Second, the Employee Free Choice Act would provide for first contract mediation and arbitration conducted by the Federal Mediation and Conciliation Service (FMCS). Employers who never wanted a union in the first instance too often deny workers the benefits of collective bargaining by refusing to bargain a contract, and current law provides no meaningful remedy. The legislation will give both parties access to mediation and after that, binding arbitration, if a first contract has not been negotiated voluntarily within a reasonable period.

Finally, the legislation would create meaningful penalties for violations of the Act. The bill would not restrict employer free speech, but would ensure the employer speech is not coercive or threatening, or intended to deter employee free choice. Under current law discipline or discharge of workers for union activity, threats to close or move the workplace, harassment and intimidation of workers at “captive audience” or one-on-one meetings with supervisors on work time, interrogation and surveillance of workers suspected of wanting to form a union are all technically illegal under the NLRA. However, there are no real penalties for these and other forms of illegal employer conduct to serve as a deterrent.

For example, the number of instances of illegal discipline or discharge of workers for union activity documented by the NLRB skyrocketed from 1,000 per year in the early 1950s to 15,000-25,000 annually in recent years. In the case of an employer who has been found to have discharged a worker in violation of the Act, the only penalty is back pay – less mitigation for earnings received while the case was pending. On average, for the employer, this means merely a $3,000 penalty and a cease-and-desist posting. Since employers know they face such an insignificant cost, if they are found to have violated workers rights, violations to thwart organizing campaigns have increasingly become seen as an acceptable cost of doing business.

The Employee Free Choice Act would provide for triple back pay awards to workers found to have been illegally fired. The legislation changes the penalty for threats and other illegal employer conduct from posting a cease-and-desist order in the workplace to fines of up to $20,000 per infraction. The bill provides for the same kind of timely injunctive relief against egregious illegal employer conduct that employers have enjoyed since 1947 against illegal union conduct.

The Employee Free Choice Act is needed to address a severe violation of human rights: the pervasive denial of America’s workers’ freedom to form unions and bargain collectively. The harm caused by this denial of fundamental rights is serious, not only for workers and their families but for the entire nation. It suppresses wages, health care and pension coverage, as well as justice and dignity on the job, for union and non-union workers alike.

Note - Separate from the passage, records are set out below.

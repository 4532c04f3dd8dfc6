// A published check value for Markovian dephasing in the Fock engine (issue 4): the decay of
// the interference term of a Fock superposition (|0> + |N>)/sqrt2 under d rho/dt = kappa
// D[a^dag a] rho, seen through modular measurements of whole sequences.
//
// Source of the law: for a Hermitian L, D[L] rho = -1/2 [L, [L, rho]], so kappa D[a^dag a] is
// the double-commutator master equation d rho/dt = -(tau/2) [H, [H, rho]] with H = a^dag a
// (hbar = omega = 1) and tau = kappa, whose energy-basis solution is
//     rho_nm(t) = rho_nm(0) exp(-tau t (E_n - E_m)^2 / 2) = rho_nm(0) exp(-kappa t (n - m)^2 / 2):
// G. J. Milburn, "Intrinsic decoherence in quantum mechanics", Phys. Rev. A 44, 5401 (1991)
// (the master equation expanded to first order and its energy-basis solution; restated in
// S. V. Mousavi & S. Miret-Artes, "A survey on the intrinsic decoherence in the Milburn
// formalism", arXiv:2401.09391 (2024), eqs. (2)-(5), which state that the energy-basis
// off-diagonal elements decay exponentially; the formulas as written here are from memory,
// the survey's formula text was not visible). The same phase-damping law for a mode is in
// the textbooks (e.g. Walls & Milburn, Quantum Optics, 2nd ed. (2008) -- from memory,
// section not checked).
//
// What the measurement sees: for rho = (|0> + |N>)(<0| + <N|)/2 with coherence
// rho_0N(t) = rho_N0(t) = e^{-kappa t N^2/2}/2, chi_t(b) = Tr[rho_t D(b)] =
//     e^{-x/2} [1 + L_N(x)]/2 + e^{-kappa t N^2/2} e^{-x/2} [b^N + (-b*)^N] / (2 sqrt(N!)),
// x = |b|^2, with <m|D(b)|n> from Cahill & Glauber, Phys. Rev. 177, 1857 (1969), eq. (B16);
// a symmetric-split measurement gives P(+) = 1/2 [1 + c Re(e^{i phi} chi_t(b))] (DESIGN.md
// section 2). The interference term is the second part; its visibility
//     V(t) = (P_t - P_inf) / (P_0 - P_inf) = exp(-kappa t N^2 / 2)
// follows from the law alone (P_inf: coherence gone).
#include <cmath>

#include <boost/math/special_functions/factorials.hpp>
#include <boost/math/special_functions/laguerre.hpp>
#include <catch2/catch.hpp>

#include "fock/fock_engine.hpp"
#include "phase_space/state.hpp"
#include "support/compare.hpp"

using namespace macroreal;

namespace {

// The tabulated state is accurate to ~1e-13 per element (fock_tabulation.hpp); sums over the
// block and two Kraus sandwiches stay below 1e-11.
constexpr double kTol = 1e-11;

StatePtr zero_plus_n(int n) {
  return make_superposition({{PureComponent::Kind::fock, 1.0, 0.0, 0},
                             {PureComponent::Kind::fock, 1.0, 0.0, n}});
}

TimedMeasurement step(const std::string& label, cplx beta, double phase, double time_s) {
  TimedMeasurement tm;
  tm.label = label;
  tm.measurement.beta = beta;
  tm.measurement.phase_rad = phase;
  tm.measurement.split = Split::symmetric;
  tm.time_s = time_s;
  return tm;
}

// P(+) of the closed form above with the coherence factor `coh` (1 at t = 0).
double closed_form_p(int n, cplx beta, double phase, double coh) {
  const double x = std::norm(beta);
  const double pop = 0.5 * std::exp(-x / 2) * (1.0 + boost::math::laguerre(n, x));
  const cplx interference = coh * std::exp(-x / 2) * (std::pow(beta, n) + std::pow(-std::conj(beta), n)) /
                            (2.0 * std::sqrt(boost::math::factorial<double>(n)));
  return 0.5 * (1.0 + (std::polar(1.0, phase) * (pop + interference)).real());
}

}  // namespace

TEST_CASE("Fock engine: dephasing decays the interference term of |0> + |N> as exp(-kappa t N^2/2)",
          "[fock]") {
  const double kappa = 400.0;
  for (int n : {1, 2, 3, 5}) {
    const auto state = zero_plus_n(n);
    const FockEngine engine(state);
    // |b|^2 = n maximises |b|^n e^{-|b|^2/2}; b^n + (-b*)^n is 2 Re(b^n) (n even) or
    // 2i Im(b^n) (n odd), largest for arg b = 0 or pi/(2n); the phase turns it real. Then
    // P_0 - P_inf = e^{-n/2} n^{n/2} / (2 sqrt(n!)) >= 0.2 for these n.
    const cplx beta = std::polar(std::sqrt(static_cast<double>(n)), n % 2 ? kPi / (2 * n) : 0.0);
    const double phase = n % 2 ? -kPi / 2 : 0.0;
    auto p_at = [&](double t) {
      MeasurementSequence seq;
      seq.noise.dephasing_rate_per_s = kappa;
      seq.steps.push_back(step("B", beta, phase, t));
      return engine.probability(seq, {+1}).value;
    };
    const double p0 = p_at(0.0);
    // kappa t n^2 / 2 = 800: e^{-800} underflows against 1, the coherence is gone.
    const double p_inf = p_at(1600.0 / (kappa * n * n));
    INFO("N = " << n << ": P_0 = " << p0 << ", P_inf = " << p_inf);
    REQUIRE(std::abs(p0 - p_inf) > 0.15);  // the term is well visible
    CHECK_CLOSE(p0, closed_form_p(n, beta, phase, 1.0), kTol, 0.0);
    CHECK_CLOSE(p_inf, closed_form_p(n, beta, phase, 0.0), kTol, 0.0);
    for (double t : {50e-6, 300e-6, 1e-3}) {
      const double law = std::exp(-kappa * t * n * n / 2.0);  // Milburn 1991, see the top
      INFO("t = " << t);
      const double p = p_at(t);
      CHECK_CLOSE((p - p_inf) / (p0 - p_inf), law, 1e-10, 0.0);
      CHECK_CLOSE(p, closed_form_p(n, beta, phase, law), kTol, 0.0);
    }
  }
}

TEST_CASE("Fock engine: dephasing composes across measurement steps (published law)", "[fock]") {
  // A first measurement with b = 0 has K_o = (1 + o e^{i phi})/2, a scalar: it leaves the
  // state alone and selects outcome + with weight cos^2(phi/2) (DESIGN.md section 2). The
  // interference term seen by the second measurement at t2 must then have decayed by
  // exp(-kappa t2 N^2/2) over the two intervals [0, t1] and [t1, t2] together (the law above
  // is a semigroup), in the outcome-selective, the correlator and the unselective paths.
  const int n = 3;
  const double kappa = 900.0, t1 = 120e-6, t2 = 410e-6, phi1 = 0.7;
  const cplx beta = std::polar(std::sqrt(3.0), -0.8);
  const double phase = 0.25;
  MeasurementSequence seq;
  seq.noise.dephasing_rate_per_s = kappa;
  seq.steps.push_back(step("A", 0.0, phi1, t1));
  seq.steps.push_back(step("B", beta, phase, t2));
  const FockEngine engine(zero_plus_n(n));
  const double law = std::exp(-kappa * t2 * n * n / 2.0);  // Milburn 1991, see the top
  const double pb = closed_form_p(n, beta, phase, law);
  const double w = std::pow(std::cos(phi1 / 2.0), 2);
  CHECK_CLOSE(engine.probability(seq, {+1, +1}).value, w * pb, kTol, 0.0);
  CHECK_CLOSE(engine.probability(seq, {-1, +1}).value, (1.0 - w) * pb, kTol, 0.0);
  // Last average <o_B> after an unselective A: 2 P_B(+) - 1.
  CHECK_CLOSE(engine.last_average(seq).value, 2.0 * pb - 1.0, kTol, 0.0);
  // Correlator: sum_o o_A o_B P = (w - (1 - w)) (2 P_B(+) - 1) = cos(phi1) <o_B>.
  CHECK_CLOSE(engine.correlator(seq).value, std::cos(phi1) * (2.0 * pb - 1.0), kTol, 0.0);
}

It widens race and gender pay gaps, worsens economic inequality, harms political participation, erodes the safety net, and coarsens our society.

Individual U.S. workers, now more than ever, should have the freedom to join with their fellow workers for self-representation to achieve better wages, pensions and benefits. Employers interference in their employees’ decision whether to seek union representation should not be tolerated. In the past decade we have seen significant wage and earning erosion, job loss, and corporate scandals that have devastated worker pensions and job security. It is time to restore the rights of workers to choose to self-organize and join a union for the purposes of collective bargaining.

The Employee Free Choice Act would reform the NLRA so that when a majority of workers demonstrate their choice to form a union their representative can be certified by the NLRB without the need for the NLRB election process. The legislation would also guarantee effective and efficient collective bargaining, and create real penalties as a determent to unlawful employer conduct. We urge your support of the Employee Free Choice Act, S. 1925/H.R. 3619. Thank you for this opportunity to address the committee.